Expulsion of religious congregations from France under the 1901 Associations Law

The expulsion of religious congregations from France in the early 20th century was the second major wave of such expulsions, resulting from the Law of 1 July 1901 on associations. This law subjected religious congregations to an exceptional regulatory framework outlined in its Title III.
These expulsions were primarily driven by Émile Combes, President of the Council of Ministers.
== Contested religious congregations ==
At the end of the 19th century, under the Third Republic, the term "congregations" referred to religious congregations—associations of monks and nuns who had taken religious vows and pursued specific missions.

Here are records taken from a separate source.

"""The block list: the planner's input, the blocks that need bias without a tree.

Strict like the plan (extra="forbid", a description on every field); the
plan's own models are reused for devices, conditions, spread and the
floorplan's gradients, and the quantity types are the plan's.  Loading goes
through the plan loader's parse / locate / validate steps, so a bad block
list gets the same one-line ``file:line: key.path: message`` errors.
"""

from __future__ import annotations

from pathlib import Path
from typing import Annotated, Literal, Optional, Union

from annotated_types import Gt
from pydantic import Field, model_validator

from biastree.errors import PlanError, Problem, format_path
from biastree.input.model import (
    Compliance,
    Conditions,
    Current,
    DeviceModel,
    Distance,
    Floorplan,
    Load,
    Matched,
    Name,
    Positive,
    PositiveVoltage,
    Reference,
    Spread,
    Temperature,
    _Strict,
)

SINK_KINDS = ("npn", "nmos")
SOURCE_KINDS = ("pnp", "pmos")


class BlockReference(Reference):
    """The reference current the planner distributes (it chooses the first mirror)."""

    feeds: Optional[Name] = Field(default=None, description="leave out: the planner names the mirror the reference drives")
    position: Optional[tuple[Distance, Distance]] = Field(default=None, description="[x, y] of the reference on the die")


class Block(Load):
    """One block that needs bias: its current, budget, node voltage and direction."""

    direction: Literal["sink", "source"] = Field(
        description="sink: the block's current is sunk to ground (npn/nmos output); source: sourced from the supply (pnp/pmos)"
    )
    position: Optional[tuple[Distance, Distance]] = Field(default=None, description="[x, y] of the block on the die")
    count: Annotated[int, Gt(0)] = Field(default=1, description="identical instances of this block")
    group: Optional[Name] = Field(default=None, description="blocks of one group are matched: they share one mirror")
    topologies: Optional[list[Name]] = Field(default=None, description="topologies allowed for this block's mirror (default all)")
    devices: Optional[list[Name]] = Field(default=None, description="device models allowed for this block's mirror (default all of its polarity)")


class Limits(_Strict):
    """What the planner may build (defaults a designer would choose; common practice)."""

    max_ratio: Positive = Field(default=16.0, description="largest branch ratio (and 1/smallest), output / input size")
    max_units: Annotated[int, Gt(0)] = Field(default=64, description="largest number of unit devices in one device")
    max_outputs: Annotated[int, Gt(0)] = Field(default=12, description="largest number of branches of one mirror")
    max_fanout: Positive = Field(default=48.0, description="largest fan-out Σ ratio·count of one mirror")
    area_budget: Optional[Positive] = Field(default=None, description="largest total device units of the tree (default none)")
    intermediate_current: tuple[Current, Current] = Field(
        default=(1e-6, 200e-6), description="[min, max] input current of a mirror the planner adds"
    )
    sink_devices: Optional[list[Name]] = Field(default=None, description="device models for sinking mirrors (default every npn/nmos)")
    source_devices: Optional[list[Name]] = Field(default=None, description="device models for sourcing mirrors (default every pnp/pmos)")
    topologies: Optional[list[Name]] = Field(default=None, description="topologies the planner may use (default all)")
    group_radius: Distance = Field(default=1e-3, description="blocks farther apart than this are not put on one mirror")


class BlockList(_Strict):
    """The planner's input: the reference, the device models, and the blocks."""

    title: str = Field(default="", description="free text, copied into the plan")
    supply: PositiveVoltage = Field(description="supply voltage")
    temperature: Temperature = Field(default=300.15, description="die temperature, e.g. 27C")
    devices: dict[Name, DeviceModel] = Field(min_length=1, description="named device models the planner may use")
    reference: BlockReference = Field(description="the reference current")
    blocks: dict[Name, Block] = Field(min_length=1, description="named blocks that need bias current")
    limits: Limits = Field(default_factory=Limits, description="what the planner may build")
    compliance: Compliance = Field(default_factory=Compliance, description="compliance limits (as in a plan)")
    conditions: Conditions = Field(default_factory=Conditions, description="temperatures, supplies and corners to cover")
    spread: Spread = Field(default_factory=Spread, description="mismatch budget (k·σ) and global spread")
    matched: dict[Name, Matched] = Field(default_factory=dict, description="block pairs whose ratio must hold (put on one mirror)")
    floorplan: Optional[Floorplan] = Field(
        default=None, description="gradients across the die (block positions are given on the blocks)"
    )

    @model_validator(mode="after")
    def _names(self) -> "BlockList":
        problems = block_problems(self)
        if problems:
            raise ValueError("; ".join(f"{format_path(p)}: {m}" for p, m in problems))
        return self


def devices_for(blocks: BlockList, direction: str) -> list[str]:
    """Device models allowed for a polarity (the limits' list, else every model of it)."""
    kinds = SINK_KINDS if direction == "sink" else SOURCE_KINDS
    listed = blocks.limits.sink_devices if direction == "sink" else blocks.limits.source_devices
    names = listed if listed is not None else [n for n, d in blocks.devices.items() if d.kind in kinds]
    return [n for n in names if n in blocks.devices and blocks.devices[n].kind in kinds]


def block_problems(blocks: BlockList) -> list[tuple[tuple[object, ...], str]]:
    """Names that resolve to nothing or to the wrong polarity (key path, message)."""
    from biastree.physics.topologies import TOPOLOGIES

    out: list[tuple[tuple[object, ...], str]] = []
    for side, kinds in (("sink_devices", SINK_KINDS), ("source_devices", SOURCE_KINDS)):
        for i, name in enumerate(getattr(blocks.limits, side) or []):
            dev = blocks.devices.get(name)
            if dev is None:
                out.append((("limits", side, i), f"unknown device model '{name}'"))
            elif dev.kind not in kinds:
                out.append((("limits", side, i), f"'{name}' is a {dev.kind}; this list takes {' or '.join(kinds)}"))
    for i, t in enumerate(blocks.limits.topologies or []):
        if t not in TOPOLOGIES:
            out.append((("limits", "topologies", i), f"unknown topology '{t}'"))
    for d in ("sink", "source"):
        if any(b.direction == d for b in blocks.blocks.values()) and not devices_for(blocks, d):
            kinds = " or ".join(SINK_KINDS if d == "sink" else SOURCE_KINDS)
            out.append((("devices",), f"blocks need current {'sunk' if d == 'sink' else 'sourced'}, but no {kinds} model is given"))
    if not devices_for(blocks, "sink"):
        out.append((("devices",), "the reference drives a sinking mirror: give an npn or nmos model"))
    for name, b in blocks.blocks.items():
        kinds = SINK_KINDS if b.direction == "sink" else SOURCE_KINDS
        for i, d in enumerate(b.devices or []):
            dev = blocks.devices.get(d)
            if dev is None:
                out.append((("blocks", name, "devices", i), f"unknown device model '{d}'"))
            elif dev.kind not in kinds:
                out.append((("blocks", name, "devices", i), f"'{d}' is a {dev.kind}; a {b.direction} block needs {' or '.join(kinds)}"))
        for i, t in enumerate(b.topologies or []):
            if t not in TOPOLOGIES:
                out.append((("blocks", name, "topologies", i), f"unknown topology '{t}'"))
        lo, _, hi = b.v_range
        if lo < 0 or hi > blocks.supply:
            out.append((("blocks", name, "voltage"), f"must lie between ground and the supply ({blocks.supply:g} V)"))
    for pair, m in blocks.matched.items():
        for i, n in enumerate(m.loads):
            if n not in blocks.blocks:
                out.append((("matched", pair, "loads", i), f"unknown block '{n}'"))
    lo, hi = blocks.limits.intermediate_current
    if lo > hi:
        out.append((("limits", "intermediate_current"), "must be written [min, max]"))
    return out


def parse_blocks(text: str, source: str = "blocks", fmt: str = "yaml") -> BlockList:
    """Validate block-list text; raises ``PlanError`` with every problem and its line."""
    from biastree.input.loader import parse_text, validate

    doc = parse_text(text, source, fmt)
    try:
        return validate(doc, BlockList)
    except PlanError as exc:
        raise _locate_name_problems(exc, doc) from None


def _locate_name_problems(exc: PlanError, doc: object) -> PlanError:
    # The whole-model check above reports "path: message" in one value error at the
    # root; split it back into one line per problem, each at its own key's line.
    out = []
    for p in exc.problems:
        if p.path == "" and ": " in p.message and p.message.startswith(("limits", "blocks", "devices", "matched")):
            for part in p.message.split("; "):
                path, _, message = part.partition(": ")
                keys = tuple(int(k) if k.isdigit() else k for k in path.replace("[", ".").replace("]", "").split("."))
                out.append(Problem(path, message, doc.line_of(keys)))  # type: ignore[attr-defined]
        else:
            out.append(p)
    return PlanError(out, exc.source)


def load_blocks(path: Union[str, Path]) -> BlockList:
    """Read and validate a block-list file (YAML or JSON)."""
    from biastree.input.loader import read_text

    path = Path(path)
    fmt = "json" if path.suffix.lower() == ".json" else "yaml"
    return parse_blocks(read_text(path), str(path), fmt)


def schema() -> dict[str, object]:
    """JSON Schema of the block list (committed as schemas/blocks.schema.json)."""
    out = BlockList.model_json_schema(by_alias=True)
    out["$schema"] = "https://json-schema.org/draft/2020-12/schema"
    out["title"] = "biastree block list"
    return out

One of their most controversial roles, particularly among anticlerical republicans, was providing education in private religious schools staffed by religious personnel.
The decrees of 1880, enacted and enforced by republicans such as Jules Ferry, aimed to expel religious congregations but failed to fully resolve the issue. As historian Jean Sévillia notes:
No measures were taken against nuns, and male congregations quickly reconstituted themselves. Many exiled communities discreetly returned in the following years, often with the tacit approval of governments under the "new spirit" policy.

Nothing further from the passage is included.